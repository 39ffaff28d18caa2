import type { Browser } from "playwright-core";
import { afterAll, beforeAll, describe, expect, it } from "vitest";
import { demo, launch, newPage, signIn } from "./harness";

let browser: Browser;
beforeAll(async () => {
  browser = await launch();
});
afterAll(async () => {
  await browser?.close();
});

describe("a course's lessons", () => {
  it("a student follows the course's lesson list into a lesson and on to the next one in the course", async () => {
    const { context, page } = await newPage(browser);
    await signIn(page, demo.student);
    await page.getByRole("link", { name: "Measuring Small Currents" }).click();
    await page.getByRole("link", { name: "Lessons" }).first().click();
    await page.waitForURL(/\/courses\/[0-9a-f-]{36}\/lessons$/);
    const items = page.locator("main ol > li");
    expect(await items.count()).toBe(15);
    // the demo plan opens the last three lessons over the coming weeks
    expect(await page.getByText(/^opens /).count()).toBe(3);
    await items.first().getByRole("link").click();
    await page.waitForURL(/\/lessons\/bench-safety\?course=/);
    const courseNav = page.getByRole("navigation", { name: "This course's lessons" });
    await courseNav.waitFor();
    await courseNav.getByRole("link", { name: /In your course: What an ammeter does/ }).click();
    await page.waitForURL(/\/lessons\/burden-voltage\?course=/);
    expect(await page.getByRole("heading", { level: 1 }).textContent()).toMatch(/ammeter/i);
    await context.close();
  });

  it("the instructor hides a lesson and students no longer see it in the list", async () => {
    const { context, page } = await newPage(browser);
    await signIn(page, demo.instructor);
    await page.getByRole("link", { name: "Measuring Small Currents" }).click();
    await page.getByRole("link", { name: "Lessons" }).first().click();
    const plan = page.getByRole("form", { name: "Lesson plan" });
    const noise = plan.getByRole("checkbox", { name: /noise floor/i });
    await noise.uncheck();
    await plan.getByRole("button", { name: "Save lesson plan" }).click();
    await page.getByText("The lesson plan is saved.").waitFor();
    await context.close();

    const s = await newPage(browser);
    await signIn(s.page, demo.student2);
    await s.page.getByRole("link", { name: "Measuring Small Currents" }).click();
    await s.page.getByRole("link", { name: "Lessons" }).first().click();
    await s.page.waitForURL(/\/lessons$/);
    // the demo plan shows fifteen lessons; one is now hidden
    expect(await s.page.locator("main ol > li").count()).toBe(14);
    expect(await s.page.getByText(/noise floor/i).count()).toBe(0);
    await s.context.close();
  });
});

========

All that is wanted is the stretch of lines above from the one containing "expect(await page.getByText(/^opens /).count()).toBe(3);" through the one containing "instructor hides a", duplicated exactly.

Written solution >>
    expect(await page.getByText(/^opens /).count()).toBe(3);
    await items.first().getByRole("link").click();
    await page.waitForURL(/\/lessons\/bench-safety\?course=/);
    const courseNav = page.getByRole("navigation", { name: "This course's lessons" });
    await courseNav.waitFor();
    await courseNav.getByRole("link", { name: /In your course: What an ammeter does/ }).click();
    await page.waitForURL(/\/lessons\/burden-voltage\?course=/);
    expect(await page.getByRole("heading", { level: 1 }).textContent()).toMatch(/ammeter/i);
    await context.close();
  });

  it("the instructor hides a lesson and students no longer see it in the list", async () => {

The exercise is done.